Eigenvalues of a permutation operator in $\mathbb{C}^n$

Question

The problem that I'm trying to solve is the following:

Let $\pi$ be a permutation of the integers $\left\{1,2,...,n\right\}$. Find the eigenvalues of $A_{\pi}\in\mathcal{L}(\mathbb{C}^n)$ such that $\forall (x_1,...,x_n) \in \mathbb{C}^n: A_{\pi}(x_1,...,x_n)\mapsto(x_{\pi(1)},...,x_{\pi(n)})$.

Now that we're on the same page, I tried to solve it by using a theorem for permutations which says that any for any permutation $\pi$ of a finite number of elements there exists a least integer $m$ such that $\pi^n=e$ (nth composition). Where $e$ is the identity permutation.
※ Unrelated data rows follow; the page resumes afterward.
@pytest.mark.parametrize(
    ("line", "bit"),
    [("NOPE", 5), ("LEV 11", 4), ("LEV 1", None)],
)
def test_errors_set_their_esr_bit(line: str, bit: int | None) -> None:
    # IEEE 488.2-1992 §11.5.1.1: bit 5 command error, bit 4 execution error.
    inst = Toy()
    esr(inst)
    inst.handle(line)
    assert esr(inst) == (0 if bit is None else 1 << bit)


def test_query_and_device_errors_set_bits_2_and_3() -> None:
    inst = Toy()
    esr(inst)
    inst.unterminated("*IDN?")  # -420: query error, bit 2
    inst.push_error(-300)  # device-specific, bit 3
    assert esr(inst) == (1 << 2) | (1 << 3)


def test_opc_sets_bit_0_and_opc_query_answers_1() -> None:
    # IEEE 488.2-1992 §10.18, §10.19.
    inst = Toy()
    esr(inst)
    inst.handle("*OPC")
    assert esr(inst) == 1
    assert inst.handle("*OPC?") == "1"
    assert inst.handle("*TST?") == "0"  # §10.38: 0 means the self-test passed


def test_status_byte_bits() -> None:
    # IEEE 488.2-1992 §11.2; SCPI-1999 Vol. 1 §9.1: STB bit 2 error queue not empty, bit 4 MAV,
    # bit 5 ESB (ESR & ESE), bit 6 MSS (STB & SRE).
    inst = Toy()
    esr(inst)
    assert inst.handle("*STB?") == "0"
    assert inst.handle("*IDN?;*STB?") == "Test Works,T-1,0042,1.0;16"  # a reply is waiting: MAV
    inst.handle("NOPE")
    assert inst.handle("*STB?") == str(1 << 2)
    inst.handle("*ESE 32")
    assert inst.handle("*ESE?") == "32"
    assert inst.handle("*STB?") == str((1 << 2) | (1 << 5))
    inst.handle("*SRE 4")
    assert inst.handle("*STB?") == str((1 << 2) | (1 << 5) | (1 << 6))
    inst.handle("*CLS")  # clears ESR and queue, not the enable registers (§10.3)
    assert inst.handle("*STB?") == "0"
    assert inst.handle("*ESE?") == "32" and inst.handle("*SRE?") == "4"


# ------------------------------------------------------------------------- robustness


@settings(max_examples=300, deadline=None)
@given(st.text(alphabet=st.characters(min_codepoint=0x20, max_codepoint=0xFF), max_size=60))
def test_any_line_leaves_the_instrument_serving(line: str) -> None:
    inst = Toy()
    inst.handle(line)
    assert inst.handle("*IDN?") == "Test Works,T-1,0042,1.0"
    for _ in range(25):
        reply = inst.handle("SYST:ERR?")
        assert reply is not None
        code = int(reply.split(",")[0])
        assert code == 0 or code in STANDARD_ERRORS, reply
        assert code != -300, f"internal failure on {line!r}: {reply}"
        if code == 0:
            break
    else:
        pytest.fail("error queue did not empty")


@settings(max_examples=100, deadline=None)
@given(
    st.lists(st.sampled_from(["SENS", "SENSE", "sense", "SeNsE", ""]), min_size=1, max_size=1),
    st.sampled_from(["VOLT", "VOLTAGE", "volt", "Voltage"]),
    st.sampled_from(["", ":DC", ":dc"]),
    st.sampled_from(["RANG", "RANGE", "range", "RaNg"]),
)
def test_every_spelling_of_a_header_resolves(
    sense: list[str], volt: str, dc: str, rang: str
) -> None:
    header = ":".join(p for p in (sense[0], volt + dc, rang) if p)
    inst = Toy()
    inst.handle(f"{header} 10")
    assert inst.calls == [("range", 10.0)]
From there, $$A_{\pi}^m=I$$ With $I$ being the identity operator. By using $A_{\pi}x=\lambda x$ and the conclusion above I arrived at

$$\lambda x= \lambda^{m+1}x = ... = \lambda^{ml+1}x = ...$$ If I use only the two first terms in the equality above I can conclude that one of the eigenvalues is zero, which doesn't seem to make much sense because $A_{-\pi}$ exists, and also that the remaining eigenvalues are in the complex unit circle. In a case where $m=n!$ the number of eigenvalues is greater than the dimension of $\mathbb{C}^n$, which is also another contradiction. I would like to know what I did wrong or overlooking.

Many thanks.

Answer 1

Hints:

1. Consider the decomposition of $\pi$ into cycles. Then show that $\mathbb{C}^n$ decomposes into a direct sum of corresponding subspaces: for example, if one of the cycles is $(2 ~ 4 ~ 7 ~ 6)$ then $\mathbb{C} e_2 \oplus \mathbb{C} e_4 \oplus \mathbb{C} e_7 \oplus \mathbb{C} e_6$ is an invariant subspace for $A_\pi$.
2. Find the eigenvalues corresponding to each subspace. In this, the exact cycle won't matter much, just the length of the cycle: so as an example, try finding the eigenvalues corresponding to a cycle $(1 ~ 2 ~ 3 ~ 4 ~ 5)$.

Answer 2

Your matrix $A_\pi$ is a unitary matrix (each column has norm $1$ and every two distinct columns are orthogonal). Therefore, each of its eigenvalues has absolute value equal to $1$: Firthermore, of $n$ is the order of the permutation, then ${A_\pi}^n=\operatorname{Id}$. So, each eigenvalue is a root of unity.